The Death Penalty Does Not Stop Crimes (Part 3)

The myth that the death penalty deters people from committing crime is the biggest argument that the Singapore government makes in favour of the death penalty. However, Dr Mai Sato analysed studies carried out by the Ministry of Home Affairs that claimed to prove the effectiveness of the death penalty for drug trafficking and found that the government’s very own studies show that NO such deterrent effect exists.

  1. Belief is Not Proof

One study, cited by Minister K Shanmugam, claimed that 87% of people living in six unnamed regional cities “believed” that Singapore’s death penalty deterred drug trafficking. But deterrence is not a matter of people’s opinion. Just because some people believe that it works, doesn’t mean that the people who are put in a situation to break the law will actually change their behaviour. 

Moreover, the target population of the survey is plainly wrong. The respondents of the survey don’t represent the views of people who are likely to be bringing drugs into Singapore, because their cities were chosen based only on the fact that a ‘significant’ volume of travellers from those cities visit Singapore. A more accurate research methodology would survey travellers who come from cities that most people convicted on drug offences in Singapore originate from.

2. The Rationality Assumption

For deterrence to work, we must assume that individuals (a) have perfect knowledge of the consequences of breaking the law and their likelihood of being caught, and (b) are able to logically weigh the costs and benefits of their actions. But this theoretical thought process simply isn’t true of how people behave and think.
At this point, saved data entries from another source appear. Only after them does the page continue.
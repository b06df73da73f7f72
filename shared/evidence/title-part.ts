import {
  lineHeight,
  printSize,
  stacked,
  wordsPart,
  type ColumnPart,
  type ColumnPen,
} from './column-part.ts';
import { lineMark, type Mark } from './marks.ts';
import { fitted } from './wrapped.ts';

/**
 * The fields of a title block: whose drawing it is, its number, revision and sheet, titles, who prepared,
 * checked and approved it, when it was issued, its kind and scale, and which of the lists behind a sheet it
 * is. What is not known yet is empty, and stays to be filled in.
 *
 * Units: none. Valid: plain words. Source: iso-title-blocks-2004, from memory.
 */
export type TitleBlock = {
  readonly owner: string;
  readonly title: string;
  readonly subtitle: string;
  readonly number: string;
  readonly revision: string;
  readonly sheet: string;
  readonly scale: string;
  readonly paper: string;
  readonly kind: string;
  readonly prepared: string;
  readonly checked: string;
  readonly approved: string;
  readonly issued: string;
  readonly run: string;
  readonly list: string;
};

const RULE = { ink: 'rule', width: 0.18 } as const;
const HEAVY = { ink: 'ink', width: 0.25 } as const;

/** How much of a lying title block is titles, and round them in mm. */
const [TITLES, STRIP_PAD, STRIP_GAP] = [0.42, 3, 1];

/** One row of cells, each with what it holds over the words. */
function cellRow(
  { width, scale, measure }: ColumnPen,
  cells: readonly (readonly [name: string, words: string])[],
  pad: number,
): ColumnPart {
  const wide = (width + 2 * pad) / cells.length;
  const height = 8.6 * scale;
  const look = { size: printSize(8.5, scale), isStrong: true };
  const small = printSize(6.5, scale);
  return {
    height,
    marks: ([x, y]) => {
      const left = x - pad;
      const words = cells.flatMap(([name, value], k): Mark[] => {
        const at = left + k * wide + 2;
        return [
          { kind: 'words', words: name, at: [at, y + 3 * scale], size: small, ink: 'second' },
          {
            ...{ kind: 'words', ...look, at: [at, y + 6.9 * scale] },
            words: fitted(value, wide - 3, measure, look),
          },
        ];
      });
      const sides = cells.slice(1).map((_, k) => {
        const at = left + (k + 1) * wide;
        return lineMark([[at, y], [at, y + height]], RULE); // prettier-ignore
      });
      return [lineMark([[left, y], [left + width + 2 * pad, y]], HEAVY), ...sides, ...words]; // prettier-ignore
    },
  };
}

/**
 * A title block that lies at the foot of a sheet of a list: titles at the left, fields at the right. It has no
 * scale, and its rules begin at its own sides.
 *
 * Units: mm. Valid: any fields. Source: as TitleBlock.
 */
export function titleStrip(pen: ColumnPen, block: TitleBlock): ColumnPart {
  const left = TITLES * pen.width;
  const right = { ...pen, width: pen.width - left };
  const line = (words: string, size: number, isStrong: boolean) => {
    const narrow = { ...pen, width: left - 2 * STRIP_PAD };
    const look = { size: printSize(size, pen.scale), isStrong };
    return wordsPart(narrow, fitted(words, narrow.width, pen.measure, look), { size, isStrong });
  };
  const names = stacked([
    line(block.owner, 8.5, true),
    line(block.title, 11, true),
    line(block.subtitle, 7.5, false),
  ]);
  const rows = [
    [['Drawing', block.number], ['Revision', block.revision], [`Sheet, ${block.paper}`, block.sheet], ['Kind', block.kind], ['Run', block.run]],
    [['Prepared', block.prepared], ['Checked', block.checked], ['Approved', block.approved], ['Issued', block.issued], ['Language', 'en']],
  ] as const; // prettier-ignore
  const fields = stacked(rows.map((row) => cellRow(right, row, 0)));
  const height = Math.max(names.height + 2 * STRIP_GAP, fields.height);
  return {
    height,
    marks: ([x, y]) => [
      lineMark([[x, y], [x + pen.width, y]], HEAVY), // prettier-ignore
      lineMark([[x + left, y], [x + left, y + height]], RULE), // prettier-ignore
      ...names.marks([x + STRIP_PAD, y + STRIP_GAP]),
      ...fields.marks([x + left, y]),
    ],
  };
}

/**
 * The title block at the foot of a sheet's column. Its rules reach to the sides of the column, `pad` beyond
 * the words.
 *
 * Units: mm. Valid: any fields. Source: as TitleBlock.
 */
export function titlePart(pen: ColumnPen, block: TitleBlock, pad: number): ColumnPart {
  const rows = [
    [['Drawing', block.number], ['Revision', block.revision], [`Scale, ${block.paper}`, block.scale], ['Sheet', block.sheet]],
    [['Prepared', block.prepared], ['Checked', block.checked], ['Approved', block.approved], ['Issued', block.issued]],
    [['Kind', block.kind], ['Run', block.run], ['Language', 'en'], [block.list === '' ? '' : 'List', block.list]],
  ] as const; // prettier-ignore
  const names = stacked(
    [
      wordsPart(pen, block.owner, { size: 10.5, isStrong: true }),
      wordsPart(pen, block.title, { size: 15, isStrong: true }),
      wordsPart(pen, block.subtitle, { size: 9, ink: 'second' }),
    ],
    1.2,
  );
  return stacked([
    names,
    { height: lineHeight(4), marks: () => [] },
    ...rows.map((row) => cellRow(pen, row, pad)),
  ]);
}
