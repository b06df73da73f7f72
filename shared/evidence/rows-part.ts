import {
  lineHeight,
  printSize,
  wordsPart,
  type ColumnPart,
  type ColumnPen,
} from './column-part.ts';
import { lineMark, type Mark } from './marks.ts';
import { fitted } from './wrapped.ts';

/**
 * A column of a small table: its heading, how wide it is as a share of the whole, and how it is set.
 *
 * Units: shares of the width. Valid: shares of a table add up to 1. Source: [own].
 */
export type SmallColumn = {
  readonly heading: string;
  readonly share: number;
  readonly isFigure?: boolean;
};

const SIZE = 7.5;

function cells(
  { width, scale, measure }: ColumnPen,
  columns: readonly SmallColumn[],
  values: readonly string[],
  { size: asked, isStrong }: { readonly size: number; readonly isStrong: boolean },
): ColumnPart {
  const size = printSize(asked, scale);
  const height = lineHeight(size) + 1.2;
  return {
    height,
    marks: ([x, y]) => {
      let left = x;
      const words = columns.map(({ share, isFigure = false }, k): Mark => {
        const wide = share * width;
        const text = fitted(values[k] ?? '', wide - 1.5, measure, { size, isStrong });
        const at = isFigure ? left + wide : left;
        left += wide;
        return {
          ...{ kind: 'words', words: text, at: [at, y + height - 1.6], size, isStrong },
          anchor: isFigure ? 'end' : 'start',
        };
      });
      const foot = y + height - 0.3;
      return [...words, lineMark([[x, foot], [x + width, foot]], { ink: 'hairline', width: 0.15 })]; // prettier-ignore
    },
  };
}

/**
 * A small table with a title: a heading row, then rows one under the other.
 *
 * Units: mm. Valid: as many values in a row as columns; what is too long is cut with an ellipsis.
 * Source: [own].
 */
export function tableParts(
  pen: ColumnPen,
  title: string,
  columns: readonly SmallColumn[],
  rows: readonly (readonly string[])[],
): ColumnPart[] {
  return [
    wordsPart(pen, title, { size: 9.5, isStrong: true }),
    cells(
      pen,
      columns,
      columns.map(({ heading }) => heading),
      { size: 7, isStrong: false },
    ),
    ...rows.map((row) => cells(pen, columns, row, { size: SIZE, isStrong: false })),
  ];
}

/**
 * Notes with their numbers under a title.
 *
 * Units: mm. Valid: any notes. Source: [own].
 */
export function noteParts(pen: ColumnPen, notes: readonly string[]): ColumnPart[] {
  const indent = 4.6 * pen.scale;
  return [
    wordsPart(pen, 'Notes', { size: 9.5, isStrong: true }),
    ...notes.map((note, k): ColumnPart => {
      const words = wordsPart(pen, note, { size: 7.2, indent });
      const number = wordsPart(pen, `${k + 1}.`, { size: 7.2 });
      return {
        height: words.height + 0.5,
        marks: (at) => [...number.marks(at), ...words.marks(at)],
      };
    }),
  ];
}
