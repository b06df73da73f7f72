import { CATEGORIES } from '../damage/categories.ts';
import { bandOf } from '../presentation/settlement-bands.ts';
import type { PlanContent } from '../schemas/evidence.ts';
import { millimetresFromMetres } from '../units/millimetres-from-metres.ts';
import type { Tone } from './marks.ts';
import type { PlanBuilding } from './plan-material.ts';

const CATEGORY_AT = { low: 'categoryLow', central: 'category', high: 'categoryHigh' } as const;

/**
 * What a building of a plan takes its colour from; null where it takes none: let go at stage 1, not worked
 * out, or under the least settlement that is drawn.
 *
 * Units: as Tone. Valid: any building. Source: [own].
 */
export function toneOfBuilding(
  { result }: Pick<PlanBuilding, 'result'>,
  shows: PlanContent['shows'],
): Tone | null {
  if (shows === 'stage') return result.stage > 1 ? { by: 'stage', number: result.stage } : null;
  if (shows === 'settlement') {
    const band = bandOf(result.settlement);
    return band < 0 ? null : { by: 'settlement', number: band };
  }
  const category = result[CATEGORY_AT[shows]];
  return category === null ? null : { by: 'category', number: category };
}

/**
 * What is written in a building that takes a colour: its category, its stage, or its settlement in mm.
 *
 * Units: mm in whole numbers, tenths where a whole one would be of another band. Valid: the tone of that building. Source: [own].
 */
export function wordsOfTone(tone: Tone, { result }: Pick<PlanBuilding, 'result'>): string {
  if (tone.by === 'category') return CATEGORIES[tone.number]?.label ?? '';
  if (tone.by === 'stage') return String(tone.number);
  const millimetres = millimetresFromMetres(result.settlement);
  const whole = Math.round(millimetres);
  // a figure that rounds up into the next band would not agree with its colour
  const agrees = bandOf(whole / 1000) === tone.number;
  return agrees ? String(whole) : (Math.floor(10 * millimetres) / 10).toFixed(1);
}
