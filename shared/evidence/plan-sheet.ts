import { drivesOfDesign } from '../assessment/drives-of-design.ts';
import { boundingBox } from '../geometry/bounding-box.ts';
import { footprintMiddle } from '../building/footprint-middle.ts';
import { offsetPolyline } from '../geometry/offset-polyline.ts';
import type { PlanPoint } from '../geometry/point.ts';
import {
  categoryLabels,
  CATEGORY_SIZE,
  nameLabels,
  NAME_SIZE,
  type LabelledBuilding,
} from './building-labels.ts';
import {
  chainageLabels,
  CHAINAGE_SIZE,
  chainageTicks,
  type ChainageTick,
} from './chainage-marks.ts';
import { contourLabels, CONTOUR_SIZE } from './contour-labels.ts';
import { gridMarks } from './grid-marks.ts';
import type { GroundFrame } from './ground-frame.ts';
import { labelBoxOf, labelCorners, type LabelBox } from './label-box.ts';
import { lineMark, type Mark, type Measure, type Spot } from './marks.ts';
import { placeLabels, type Placement } from './place-labels.ts';
import {
  categoryShown,
  type PlanBuilding,
  type PlanMaterial,
  type ShownEnd,
} from './plan-material.ts';
import { northBox, northMarks, scaleBarBox, scaleBarMarks } from './plan-signs.ts';

/**
 * What a plan shows: which end of the bracket, and what is written beside its buildings.
 *
 * Units: none. Valid: any. Source: [own].
 */
export type PlanContent = {
  readonly end: ShownEnd;
  readonly names: 'none' | 'references' | 'addresses';
  readonly hasContours: boolean;
  readonly hasBackground: boolean;
};
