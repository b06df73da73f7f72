import { formatCount } from '../presentation/format-number.ts';
import type { PlannedSheet } from './planned-sheets.ts';
import type { AboutSheets } from './sheet.ts';
import type { TitleBlock } from './title-part.ts';

const KINDS = {
  plan: 'Plan',
  'long section': 'Long section',
  'cross sections': 'Sections',
} as const;

/** The scale of a sheet; one of several scales says them in its notes. */
function scaleOf({ what }: PlannedSheet): string {
  if (what.kind !== 'plan' && what.exaggeration !== 1) return 'As noted';
  return `1 : ${formatCount(what.kind === 'plan' ? what.frame.denominator : what.denominator)}`;
}

/**
 * The title block of a sheet, its fields as they were written and the rest from the run and the sheet.
 *
 * Units: none. Valid: any sheet; `list` says which of the sheets behind it one is.
 * Source: iso-title-blocks-2004.
 */
export function titleOfSheet(
  planned: PlannedSheet,
  { scheme, run, fields }: AboutSheets,
  list: string,
): TitleBlock {
  const { number, of, layout, what } = planned;
  return {
    owner: scheme.name,
    title: fields.title,
    subtitle: fields.subtitle,
    number: fields.number,
    revision: fields.revisions[0]?.revision ?? '',
    sheet: `${number} of ${of}`,
    scale: scaleOf(planned),
    paper: layout.paper,
    kind: KINDS[what.kind],
    ...{ prepared: fields.prepared, checked: fields.checked, approved: fields.approved },
    issued: fields.issued,
    run: String(run.number),
    list,
  };
}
But another MHA study conceded that people convicted on drug offences often don’t rationally consider the potential consequences of their actions, be it due to external influences and stresses or because they act under duress or coercion. The study includes various quotes by these people that illuminate the various ways in which, despite knowing of the death penalty, they simply were unable to conceive of the eventuality that they could be caught.

3. Correlation is not Causation

While another MHA study conducted a literature review on US-based research that cites a correlation between the death penalty’s presence and falling crime rates, these studies are deeply unscientific. As an overview by the National Academy of Sciences concluded, these observational studies are deeply flawed, because there is no way to prove that it was the death penalty, and not any other factor, that caused a change in crime rates. Nor is there any proof that the death penalty singularly stood out amongst other forms of punishment or redress as a particularly ‘good’ or ‘strong’ deterrence. Simply put: there is absolutely no proof it works.

So what do we know? What is proven? Global research has increasingly validated the destructive effects of the global war on drugs–which has only strengthened illegal drug markets and prevented exploited and marginalised people from accessing treatment and help. 

Minister K Shanmugam has claimed that if the government was not sure that the death penalty was saving lives, they would get rid of it. The evidence is damning–the death penalty does not save lives, it just takes more lives away. We must abolish the death penalty!